The secure area is a circular room with large windows of clear aluminum looking into the "long-term resident" cells. Shutters can prevent the test subjects from seeing each other, but under orders from Doyt they are left open by default in order to encourage discussion. This strange mandatory hole in security has not produced any valuable intelligence as far as I know, but so long as no test subject leaves this room alive it is not a source of leaks, either. As I enter, Allen is in the middle of some pointless conversation.
" - covered in bees!" she laughs. "I mean, yes, you look more like you're covered in honey but still... heh... the man is a comedic genius."

Schwarz does not respond. The inside of his cell is covered in dents and gouges, a reminder of why he will never again have his medication reduced. Instead he sits in a corner, coated in a layer of ectoplasm. I reach a sample collector into his cell and ladle some into a canister, noting the color. It seems to vary from dark brown to light yellow, but as of yet we have not identified any corresponding change in properties. The canister goes on a shelf with the others, most of which are empty - the ectoplasm vanishes mysteriously after anywhere from an hour to a week.

Allen will have someone that can answer back to her soon. Holst has been medicated for transfer, but it should wear off just enough for him to converse with myself and Allen soon. Hopefully they will not make too much noise. There are seven other cells, and I remember a time that all were filled. A team managed to gas and capture an entire gathering in San Francisco, and brought them down alive for research. Most went to the short-term cells where Holst and Crane were being held until recently, but as we used the Extractor on them we placed the new test subjects into the long-term area for observation.

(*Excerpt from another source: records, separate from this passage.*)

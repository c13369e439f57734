import { index, integer, jsonb, pgTable, text, uuid } from 'drizzle-orm/pg-core';
import { at, createdAt, id } from './columns.js';
import { companies } from './people.js';

/** Mail to be sent, written in the transaction of what it tells about, sent once by the worker. */
export const mailMessages = pgTable(
  'mail_messages',
  {
    id: id(),
    companyId: uuid('company_id').references(() => companies.id, { onDelete: 'cascade' }),
    to: text('to').notNull(),
    subject: text('subject').notNull(),
    text: text('text').notNull(),
    html: text('html').notNull(),
    /** Files in object storage to send with it: key, name and type of each. */
    attachments: jsonb('attachments').notNull().default([]),
    /** Where an answer goes, if not to the product. */
    replyTo: text('reply_to'),
    attempts: integer('attempts').notNull().default(0),
    createdAt: createdAt(),
    sentAt: at('sent_at'),
  },
  (t) => [index('mail_messages_company').on(t.companyId)],
);
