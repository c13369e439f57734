export * from './catalogue.js';
export * from './jobs.js';
export * from './mail.js';
export * from './people.js';
export * from './plans.js';
export * from './sheets.js';
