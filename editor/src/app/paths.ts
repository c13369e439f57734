/** Every address of the product, once. Patterns for the router; `to` fills them in for links. */
export const paths = {
  home: '/',
  signIn: '/sign-in',
  signUp: '/sign-up',
  forgotPassword: '/forgot-password',
  resetPassword: '/reset-password',
  confirmEmail: '/confirm-email',
  invitation: '/invitation',
  jobs: '/jobs',
  newJob: '/jobs/new',
  job: '/jobs/:jobId',
  siteWalk: '/jobs/:jobId/site-walk',
  plan: '/jobs/:jobId/plan',
  proposal: '/jobs/:jobId/proposal',
  board: '/board',
  numbers: '/numbers',
  price: '/jobs/:jobId/price',
  clients: '/clients',
  client: '/clients/:clientId',
  catalogue: '/catalogue',
  newCatalogueItem: '/catalogue/new/:category',
  catalogueItem: '/catalogue/items/:itemId',
  catalogueImport: '/catalogue/import',
  company: '/company',
  people: '/company/people',
  proposalTexts: '/company/proposals',
  priceBook: '/company/prices',
  account: '/account',
} as const;

const segment = encodeURIComponent;

export const to = {
  job: (jobId: string) => `/jobs/${segment(jobId)}`,
  siteWalk: (jobId: string) => `/jobs/${segment(jobId)}/site-walk`,
  /** The plan page, on a given sheet when one is named. */
  plan: (jobId: string, sheetId?: string) =>
    `/jobs/${segment(jobId)}/plan${sheetId === undefined ? '' : `?sheet=${segment(sheetId)}`}`,
  /** The plan page with some of its records chosen. Many of them would be too long for a server to be sent. */
  planLit: (jobId: string, recordIds: readonly string[]) =>
    `/jobs/${segment(jobId)}/plan${recordIds.length > 100 ? '#' : '?'}lit=${recordIds.map(segment).join(',')}`,
  /** The price of a job, at a part of it when one is named. */
  price: (jobId: string, part?: string) =>
    `/jobs/${segment(jobId)}/price${part === undefined ? '' : `?part=${segment(part)}`}`,
  proposal: (jobId: string) => `/jobs/${segment(jobId)}/proposal`,
  newJobFor: (clientId: string) => `/jobs/new?client=${segment(clientId)}`,
  client: (clientId: string) => `/clients/${segment(clientId)}`,
  newCatalogueItem: (category: string) => `/catalogue/new/${segment(category)}`,
  catalogueItem: (itemId: string) => `/catalogue/items/${segment(itemId)}`,
  /** Sign-in that returns to where the person was. */
  signIn: (back: string) => (back === '/' ? '/sign-in' : `/sign-in?to=${segment(back)}`),
} as const;
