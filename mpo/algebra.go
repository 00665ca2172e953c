package mpo

import (
	"fmt"
	"slices"

	"rundle/internal/dense"
	"rundle/mps/block"
)

// Scale returns c times o.
func Scale[T dense.Scalar](c T, o *Operator[T]) *Operator[T] {
	if c == dense.FromFloat[T](0) {
		m := open(o)
		m.clear()
		return m.operator()
	}
	scaled := &Operator[T]{Group: o.Group, Phys: o.Phys, Bonds: o.Bonds, Sites: make([][]Entry[T], o.Len())}
	for i, entries := range o.Sites {
		scaled.Sites[i] = slices.Clone(entries)
		for j := range entries {
			// Every path starts at the vacant index of the left end and leaves the vacant indices once.
			if e := &scaled.Sites[i][j]; int(e.Left) == o.Bonds[i].Vacant && int(e.Right) != o.Bonds[i+1].Vacant {
				e.Value *= c
			}
		}
	}
	return scaled
}

// Adjoint returns the Hermitian conjugate of o.
func Adjoint[T dense.Scalar](o *Operator[T]) *Operator[T] {
	adj := &Operator[T]{Group: o.Group, Phys: o.Phys, Bonds: make([]Bond, len(o.Bonds)), Sites: make([][]Entry[T], o.Len())}
	names := make([][]int32, len(o.Bonds))
	for b, bond := range o.Bonds {
		adj.Bonds[b], names[b] = bond.negated(o.Group)
	}
	for i, entries := range o.Sites {
		turned := make([]Entry[T], len(entries))
		for j, e := range entries {
			turned[j] = Entry[T]{names[i][e.Left], names[i+1][e.Right], e.In, e.Out, dense.Conj(e.Value)}
		}
		adj.Sites[i] = settle(turned)
	}
	return adj
}

// negated returns the bond with all charges negated and sorted again, and the new number of each index.
func (b Bond) negated(g block.Group) (Bond, []int32) {
	order := make([]int, b.Dim())
	for i := range order {
		order[i] = i
	}
	slices.SortStableFunc(order, func(x, y int) int { return g.Neg(b.Charges[x]).Compare(g.Neg(b.Charges[y])) })
	n := Bond{Charges: make([]block.Charge, b.Dim()), Vacant: slices.Index(order, b.Vacant), Done: slices.Index(order, b.Done)}
	names := make([]int32, b.Dim())
	for to, from := range order {
		n.Charges[to], names[from] = g.Neg(b.Charges[from]), int32(to)
	}
	return n, names
}

// Add returns a + b with bonds compressed to the operator rank. Both act on the same space and add the same charge.
func Add[T dense.Scalar](a, b *Operator[T]) *Operator[T] {
	mustMatch("sum", a, b)
	if a.Charge() != b.Charge() {
		panic(fmt.Sprintf("mpo: sum of operators of charges %v and %v", a.Charge(), b.Charge()))
	}
	m, entries := number(a)
	other, more := number(b)
	shift := make([]int32, len(m.joints))
	for i := range m.joints {
		j, k := &m.joints[i], &other.joints[i]
		shift[i] = int32(len(j.charges)) - crossing
		j.charges = append(j.charges, k.charges[crossing:]...)
		j.vacant, j.done = j.vacant || k.vacant, j.done || k.done
	}
	for i := range entries {
		have := passes(entries[i])
		for _, e := range more[i] {
			if e.Left == e.Right && e.Left < crossing && have[e.Left] {
				continue // the identity that both share
			}
			if e.Left >= crossing {
				e.Left += shift[i]
			}
			if e.Right >= crossing {
				e.Right += shift[i+1]
			}
			entries[i] = append(entries[i], e)
		}
		m.cells[i], m.bases[i] = units(settle(entries[i]), a.Phys[i].Dim())
	}
	return m.finish(Options{}.settle())
}

// passes reports which of the fixed indices go on over a site.
func passes[T dense.Scalar](entries []Entry[T]) (yes [crossing]bool) {
	for _, e := range entries {
		if e.Left == e.Right && e.Left < crossing {
			yes[e.Left] = true
		}
	}
	return yes
}

// finish trims, compresses and writes the operator.
func (m *automaton[T]) finish(opt Options) *Operator[T] {
	for i := range m.cells {
		m.cells[i] = gather(m.cells[i], noise)
	}
	if !m.trim() {
		m.clear()
		return m.operator()
	}
	m.compress(opt)
	return m.operator()
}

// ShiftIdentity returns o + c·1. The operator must add no charge.
func ShiftIdentity[T dense.Scalar](o *Operator[T], c T) *Operator[T] {
	m := open(o)
	at := 0 // where the last path leaves the vacant index: behind it is a done index more often than not
	for b := range m.joints {
		if m.joints[b].vacant {
			at = b
		}
	}
	shares := make([]T, o.Len())
	shares[at] = c
	return shift(o, shares).finish(Options{}.settle())
}

// shift adds shares[i] times the identity at each site, with vacant and done indices where the shares need them.
func shift[T dense.Scalar](o *Operator[T], shares []T) *automaton[T] {
	if o.Charge() != (block.Charge{}) {
		panic(fmt.Sprintf("mpo: multiple of the identity added to an operator of charge %v", o.Charge()))
	}
	m, entries := number(o)
	first, last := len(shares), -1
	for i, c := range shares {
		if c != dense.FromFloat[T](0) {
			first, last = min(first, i), max(last, i)
		}
	}
	one := dense.FromFloat[T](1)
	for i, c := range shares {
		have := passes(entries[i])
		for s := range int32(o.Phys[i].Dim()) {
			if i < last && !have[vacant] {
				m.joints[i+1].vacant = true
				entries[i] = append(entries[i], Entry[T]{vacant, vacant, s, s, one})
			}
			if i > first && !have[done] {
				m.joints[i].done = true
				entries[i] = append(entries[i], Entry[T]{done, done, s, s, one})
			}
			entries[i] = append(entries[i], Entry[T]{vacant, done, s, s, c})
		}
		m.cells[i], m.bases[i] = units(settle(entries[i]), o.Phys[i].Dim())
	}
	return m
}

// Product returns a·b: b acts first. Its bonds are compressed to the operator rank.
func Product[T dense.Scalar](a, b *Operator[T]) *Operator[T] {
	o, _ := product(a, b, Options{}.settle())
	return o
}

// product returns a·b and what its compression left out, in couplings.
func product[T dense.Scalar](a, b *Operator[T], opt Options) (o *Operator[T], dropped float64) {
	mustMatch("product", a, b)
	m := newAutomaton[T](a.Group, append([]block.Axis(nil), a.Phys...), a.Group.Add(a.Charge(), b.Charge()))
	index := map[[2]int32]int32{{0, 0}: vacant} // pairs of indices on the bond before the site
	for i := range a.Sites {
		index = m.multiply(i, a, b, index)
	}
	o = m.finish(opt)
	return o, m.dropped
}

// multiply fills site i of the product of a and b and returns the pairs of indices behind it.
func (m *automaton[T]) multiply(i int, a, b *Operator[T], before map[[2]int32]int32) map[[2]int32]int32 {
	j := &m.joints[i+1]
	ba, bb := a.Bonds[i+1], b.Bonds[i+1]
	behind := make(map[[2]int32]int32)
	number := func(p [2]int32) int32 {
		if n, ok := behind[p]; ok {
			return n
		}
		n := int32(len(j.charges))
		switch {
		case int(p[0]) == ba.Vacant && int(p[1]) == bb.Vacant:
			n, j.vacant = vacant, true
		case int(p[0]) == ba.Done && int(p[1]) == bb.Done:
			n, j.done = done, true
		default:
			j.charges = append(j.charges, m.group.Add(ba.Charges[p[0]], bb.Charges[p[1]]))
		}
		behind[p] = n
		return n
	}
	byLeft := make(map[int32][]Entry[T])
	for _, f := range b.Sites[i] {
		byLeft[f.Left] = append(byLeft[f.Left], f)
	}
	partners := make(map[int32][]int32) // indices of b that occur with one of a, in order of b
	for _, p := range sortedPairs(before) {
		partners[p[0]] = append(partners[p[0]], p[1])
	}
	var product []Entry[T]
	for _, e := range a.Sites[i] {
		for _, lb := range partners[e.Left] {
			for _, f := range byLeft[lb] {
				if f.Out == e.In {
					product = append(product, Entry[T]{before[[2]int32{e.Left, lb}], number([2]int32{e.Right, f.Right}), e.Out, f.In, e.Value * f.Value})
				}
			}
		}
	}
	m.cells[i], m.bases[i] = units(settle(product), m.phys[i].Dim())
	return behind
}

// sortedPairs lists the keys in order, so that the numbers given next do not depend on the map.
func sortedPairs(m map[[2]int32]int32) [][2]int32 {
	pairs := make([][2]int32, 0, len(m))
	for p := range m {
		pairs = append(pairs, p)
	}
	slices.SortFunc(pairs, func(a, b [2]int32) int { return slices.Compare(a[:], b[:]) })
	return pairs
}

All but one was dead within a week. The process of extracting an ability is invariably fatal, but implanting that ability into another has a five percent success rate. Initially. The side effects, including insanity and massive organ failure, continue to be an issue. Reports of the Disney attack are heavily censored but they appear to indicate a single subject with multiple abilities. As this has never been documented elsewhere, I suspect that one initial power was supplemented with additional abilities - our records deny having done anything of the sort, but that does not render the hypothesis invalid.

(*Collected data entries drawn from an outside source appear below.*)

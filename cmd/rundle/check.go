package main

import (
	"fmt"
	"io"
	"slices"
	"strings"

	"rundle/internal/solve"
)

type checkCommand struct {
	File string `arg:"" help:"Model file (TOML)."`
}

func (k checkCommand) run(c *console) (int, error) {
	m, err := load(k.File)
	if err != nil {
		return 0, err
	}
	e, err := solve.Explain(m)
	if err != nil {
		return 0, err
	}
	if c.json {
		return exitDone, c.document(e)
	}
	_, err = io.WriteString(c.stdout, explanation(e))
	return exitDone, err
}

// explanation lays out what a model means.
func explanation(e *solve.Explanation) string {
	var b strings.Builder
	if e.Title != "" {
		fmt.Fprintln(&b, e.Title)
	}
	fmt.Fprintf(&b, "%s, hash %.12s\n\n", e.File, e.Hash)
	fmt.Fprintf(&b, "unit cell\n%s\n", drawCell(e.Cell))
	fmt.Fprintf(&b, "%s: %s, %s along the legs, %s across\n%s\n", counted(e.Sites, "site"), counted(e.Rungs, "rung"), e.Boundary, e.Across, legTable(e.Legs))
	fmt.Fprintf(&b, "terms, %s of site operators in all\n%s\n", counted(e.Products, "product"), termTable(e.Terms))
	b.WriteString(chargeLines(e))
	b.WriteString(arithmeticLine(e))
	for _, leg := range e.RotatedLegs() {
		fmt.Fprintf(&b, "rotation: on leg %q %s\n", leg, e.Rotations[leg])
	}
	fmt.Fprintf(&b, "operator: bond dimensions up to %d\n\n", slices.Max(e.MPOBonds))
	fmt.Fprintf(&b, "forecast\n%s", forecastTable(e.Forecast))
	if len(e.Observations) > 0 {
		fmt.Fprintf(&b, "\nobservations\n%s", observedTable(e.Observations))
	}
	if len(e.Warnings) > 0 {
		b.WriteString("\n")
	}
	for _, w := range e.Warnings {
		fmt.Fprintf(&b, "warning: %s\n", w)
	}
	return b.String()
}

func legTable(legs []solve.LegFacts) string {
	var rows [][]string
	for _, l := range legs {
		rows = append(rows, []string{l.Name, l.Site, fmt.Sprint(l.Sites), fmt.Sprint(l.Dim)})
	}
	return grid([]string{"leg", "site", "sites", "states"}, rows, "sites", "states")
}

func termTable(terms []solve.TermFacts) string {
	var rows [][]string
	for _, t := range terms {
		name := t.Name
		if name == "" {
			name = t.Formula
		}
		example := t.Example
		if t.At != "" {
			example = t.At + ": " + example
		}
		rows = append(rows, []string{name, fmt.Sprint(t.Places), fmt.Sprint(t.Products), example})
	}
	return grid([]string{"term", "places", "products", "example"}, rows, "places", "products")
}

func chargeLines(e *solve.Explanation) string {
	if len(e.Charges) == 0 {
		return "charges: nothing is conserved\n"
	}
	var parts []string
	for _, c := range e.Charges {
		value := "free"
		if c.Value != nil {
			value = "= " + plain(*c.Value)
		}
		parts = append(parts, fmt.Sprintf("%s %s (%s)", c.Name, value, c.Meaning))
	}
	line := "charges: " + strings.Join(parts, ", ") + "\n"
	if e.Undivided {
		line += "  more is conserved than these tell apart\n"
	}
	return line
}

func arithmeticLine(e *solve.Explanation) string {
	if e.Rewritten != "" {
		return fmt.Sprintf("arithmetic: real, %s\n", e.Rewritten)
	}
	if e.Arithmetic == "real" {
		return "arithmetic: real\n"
	}
	if e.Loop == "" {
		return "arithmetic: complex\n"
	}
	return fmt.Sprintf("arithmetic: complex; %s\n", e.Loop)
}

// forecastRate is the speed, in operations a second, that the forecast of times assumes.
const forecastRate = 10e9

// diskRate is the speed, in bytes a second, that the forecast of the time to save assumes.
const diskRate = 200e6

func forecastTable(all []solve.Forecast) string {
	var rows [][]string
	for _, f := range all {
		rows = append(rows, []string{fmt.Sprint(f.Bond), memory(f.State), memory(f.Environments), operations(f.Flops), duration(f.Flops / forecastRate), duration(f.State / diskRate)})
	}
	columns := []string{"bond dimension", "state", "environments", "a sweep", "at 10 Gflop/s", "to save at 200 MB/s"}
	return grid(columns, rows, columns...)
}

func observedTable(all []solve.ObservedFacts) string {
	var rows [][]string
	for _, o := range all {
		rows = append(rows, []string{o.Name, o.Kind, fmt.Sprint(o.Values)})
	}
	return grid([]string{"name", "kind", "values"}, rows, "values")
}
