package main

import (
	"bytes"
	"context"
	"errors"
	"fmt"
	"strings"
	"testing"

	"github.com/stretchr/testify/assert"

	"rundle/internal/modelfile"
	"rundle/internal/solve"
)

func TestCodeOf(t *testing.T) {
	_, faulty := modelfile.Parse("m.toml", []byte("x = 1"))
	for _, c := range []struct {
		name string
		err  error
		want int
	}{
		{"none", nil, 0},
		{"usage", &usageError{"no", ""}, 2},
		{"refusal", fmt.Errorf("wrapped: %w", &solve.Refusal{Err: errors.New("full")}), 2},
		{"model file", faulty, 2},
		{"signal", errors.Join(errStopped, context.Canceled), 75},
		{"other", errors.New("svd"), 1},
	} {
		t.Run(c.name, func(t *testing.T) { assert.Equal(t, c.want, codeOf(c.err)) })
	}
}

// TestPanic: a panic anywhere ends in exit code 1 with a short report.
func TestPanic(t *testing.T) {
	var stderr bytes.Buffer
	code, err := guard(&stderr, func() (int, error) {
		var broken []int
		return broken[3], nil
	})
	assert.Equal(t, exitInternal, code)
	assert.ErrorContains(t, err, "internal error: runtime error: index out of range [3]")
	report := stderr.String()
	assert.Contains(t, report, "rundle: internal error: runtime error: index out of range [3]")
	assert.Contains(t, report, "not in your model")
	assert.Contains(t, report, "rundle "+release)
	assert.Less(t, strings.Index(report, "exit_test.go:"), strings.Index(report, "exit.go:"), "the frames of the recovery go before the fault")
	assert.LessOrEqual(t, strings.Count(report, "\n"), reportLines+4)
}

// TestPanicDocument: with --json a panic leaves one document on standard output.
func TestPanicDocument(t *testing.T) {
	var stdout, stderr bytes.Buffer
	c := &console{stdout: &stdout, stderr: &stderr, json: true}
	code := c.finish(guard(&stderr, func() (int, error) { panic("blocks [2 3] and [3 3]\nmore") }))
	assert.Equal(t, exitInternal, code)
	assert.JSONEq(t, `{"format": "rundle-error/1", "exit": 1, "errors": [{"message": "internal error: blocks [2 3] and [3 3]"}]}`, stdout.String())
	assert.NotContains(t, stderr.String(), "more\n")
}

// TestEachErrorOnce: an error is shown once, whatever its kind.
func TestEachErrorOnce(t *testing.T) {
	var stdout, stderr bytes.Buffer
	assert.Equal(t, exitInput, run([]string{"melt"}, &stdout, &stderr))
	assert.Equal(t, 1, strings.Count(stderr.String(), "unknown command"))
	assert.Empty(t, stdout.String())
}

The phone rings in the outer office just as I prepare to start deep scans of my new John Doe. Swiping my badge to exit, I answer in what I must admit is a rude tone.
"Doctor Stowell, this is agent Black. I just received your report, and I wanted to thank you for taking care of Holst for me. I know you probably wanted to examine him more."
I tell him it was no problem, and remind him that I do have a chronic lack of subjects.
"Of course, doctor. Doyt wants me to let you know he has a telekinetic upstairs that he'll be handing over to you in a few hours. I'm off to interview him now."
I thank him and hang up. Telekinesis is less interesting than most, but on the other hand it is one of the few abilities where we have multiple data points - all the better to find a pattern.

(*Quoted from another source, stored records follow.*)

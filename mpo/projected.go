package mpo

import (
	"rundle/internal/dense"
	"rundle/internal/task"
	"rundle/mps/block"
)

// Projected is the Hamiltonian projected on one or two neighbouring sites between a left and a right environment: the effective
// Hamiltonian of DMRG (Schollwoeck 2011, section 6.3), planned once for a structure and applied many times. It acts on slabs
// of tensors with axes (l In, s1 In[, s2 In], r Out) and total charge zero.
type Projected[T dense.Scalar] struct {
	Theta       *block.Structure
	left, right *block.Tensor[T]
	net         network[T]

	planner *Planner[T]
	source  *leftSource[T] // the first pass
	first   int            // site
}

// Project plans the Hamiltonian on sites first..first+count-1 (count 1 or 2) for the tensor structure theta.
func Project[T dense.Scalar](o *Operator[T], first, count int, left, right *block.Tensor[T], theta *block.Structure) *Projected[T] {
	return NewPlanner(o).Project(first, count, left, right, theta)
}

// Project plans the Hamiltonian on sites first..first+count-1 (count 1 or 2) for the tensor structure theta.
func (p *Planner[T]) Project(first, count int, left, right *block.Tensor[T], theta *block.Structure) *Projected[T] {
	w := p.site(first)
	if count == 2 {
		w = p.pair(first)
	}
	t := asKet(theta)
	mustMeet("left", first, left.Axes, []block.Axis{t.left().Reversed(), w.wl, t.left()})
	mustMeet("right", first+count-1, right.Axes, []block.Axis{w.wr, t.right().Reversed(), t.right()})
	h := &Projected[T]{Theta: theta, left: left, right: right, planner: p, first: first}
	var x, y slab
	h.source = newLeftSource(&h.net, w, left.Structure, t, &x)
	nw := len(w.wr.Sectors)
	down := steps(w.group, t.right(), -1, w.wr, t.right())
	// For each result block and sector w of the MPO bond, rows (l', s') of y, columns (w, r).
	for i := range theta.Blocks {
		lp, out, rp := t.at(i)
		m, d, n := t.shape(i)
		for v := range nw {
			r := down[rp*nw+v]
			e, ok := right.Find(v, r, rp)
			if !ok || !h.source.moves(&h.net, lp, v, out, r) {
				continue
			}
			cols := w.wr.Sectors[v].Dim * t.right().Sectors[r].Dim
			at := h.net.piece(&y, m*d*cols)
			h.net.chained(gemmTask{a: at, b: right.Blocks[e].Offset, c: theta.Blocks[i].Offset, m: m * d, n: n, k: cols, lda: cols, ldb: n, ldc: n})
		}
		h.net.endChain()
	}
	h.net.seal(x, y)
	return h
}

// Sites returns the first site that h acts on, and their number.
func (h *Projected[T]) Sites() (first, count int) { return h.first, len(h.Theta.Axes) - 2 }

// Flops returns the operations of one application.
func (h *Projected[T]) Flops() float64 { return h.net.flops() }

// Apply sets dst = H src on slabs of the structure Theta.
func (h *Projected[T]) Apply(dst, src []T, ws *Workspace[T], pool *task.Pool) {
	h.net.run(dst, h.left.Data, src, nil, h.right.Data, ws, pool)
}
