package mpo

import (
	"fmt"
	"math"
	"slices"

	"rundle/internal/dense"
	"rundle/internal/task"
	"rundle/mps"
	"rundle/mps/block"
)

// MatrixElement returns <bra|o|ket>; the states need not be normalized. It is zero unless o leads from the charge of ket to that
// of bra. Operators and states on different sites panic.
func MatrixElement[T dense.Scalar](bra, ket *mps.Chain[T], o *Operator[T], pool *task.Pool) T {
	mustAct("matrix element", o, bra)
	mustAct("matrix element", o, ket)
	if bra.Charge() != o.Group.Add(ket.Charge(), o.Charge()) {
		return dense.FromFloat[T](0)
	}
	var ws Workspace[T]
	env, scale := LeftEdge(o), 0
	for i := range o.Sites {
		env = GrowLeft(o, i, env, bra.Sites[i], ket.Sites[i], &ws, pool)
		scale += rescale(env)
	}
	return edgeValue(env, scale)
}

// Expectation returns <psi|o|psi>/<psi|psi>. It is not a number for a state of norm zero.
func Expectation[T dense.Scalar](psi *mps.Chain[T], o *Operator[T], pool *task.Pool) T {
	mustAct("expectation value", o, psi)
	if o.Charge() != (block.Charge{}) {
		return dense.FromFloat[T](0)
	}
	psi = normalized(psi, psi.Center, pool)
	return MatrixElement(psi, psi, o, pool)
}

// mustAct panics unless o acts on the sites of psi.
func mustAct[T dense.Scalar](what string, o *Operator[T], psi *mps.Chain[T]) {
	if o.Group != psi.Group || !slices.EqualFunc(o.Phys, psi.Axes(), block.Axis.Equal) {
		dims := make([]int, psi.Len())
		for i, a := range psi.Axes() {
			dims[i] = a.Dim()
		}
		panic(fmt.Sprintf("mpo: %s of an operator over %v with local dimensions %v in a state over %v with %v",
			what, o.Group, o.dims(), psi.Group, dims))
	}
}

// normalized returns psi over its norm with the centre at the given site (-1: at any). It shares tensors with psi.
func normalized[T dense.Scalar](psi *mps.Chain[T], center int, pool *task.Pool) *mps.Chain[T] {
	c := &mps.Chain[T]{Group: psi.Group, Sites: slices.Clone(psi.Sites), Center: psi.Center}
	c.MoveCenter(max(center, 0), pool) // replaces the tensors that it changes
	c.Sites[c.Center] = c.Sites[c.Center].Clone()
	if c.Normalize() == 0 {
		c.Sites[c.Center].Scale(dense.FromFloat[T](math.NaN()))
	}
	return c
}

// rescale divides a tensor by the power of two that brings its largest element near one, and returns the exponent.
func rescale[T dense.Scalar](t *block.Tensor[T]) int {
	top := 0.0
	for _, x := range t.Data {
		top = max(top, dense.Abs(x))
	}
	if top == 0 || math.IsInf(top, 0) || math.IsNaN(top) {
		return 0
	}
	_, e := math.Frexp(top)
	for i := range t.Data {
		t.Data[i] = ldexp(t.Data[i], -e)
	}
	return e
}

// edgeValue reads the only element of an environment behind the last site (before the first), times 2^scale.
func edgeValue[T dense.Scalar](env *block.Tensor[T], scale int) T {
	if len(env.Blocks) == 0 {
		return dense.FromFloat[T](0)
	}
	return ldexp(env.Block(0)[0], scale)
}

I return to the secure area once more, and open Holst's cell. To my surprise, he opens his eyes and looks at me.
"No more needles…" he says, and seems to pass out again. He need not worry - the time for needles is past. I carefully measure his head, and then look through the cabinet for a halo. I suspect, now that I think about things, that with the drugs wearing off he would in fact prefer a needle - one containing powerful anesthetics. Unfortunately I seem to have left those in the other room, and having already swiped in and out twice in the last five minutes I have no interest in doing it again. I ratchet the strap down tight over his head to prevent wiggling and turn on the drill.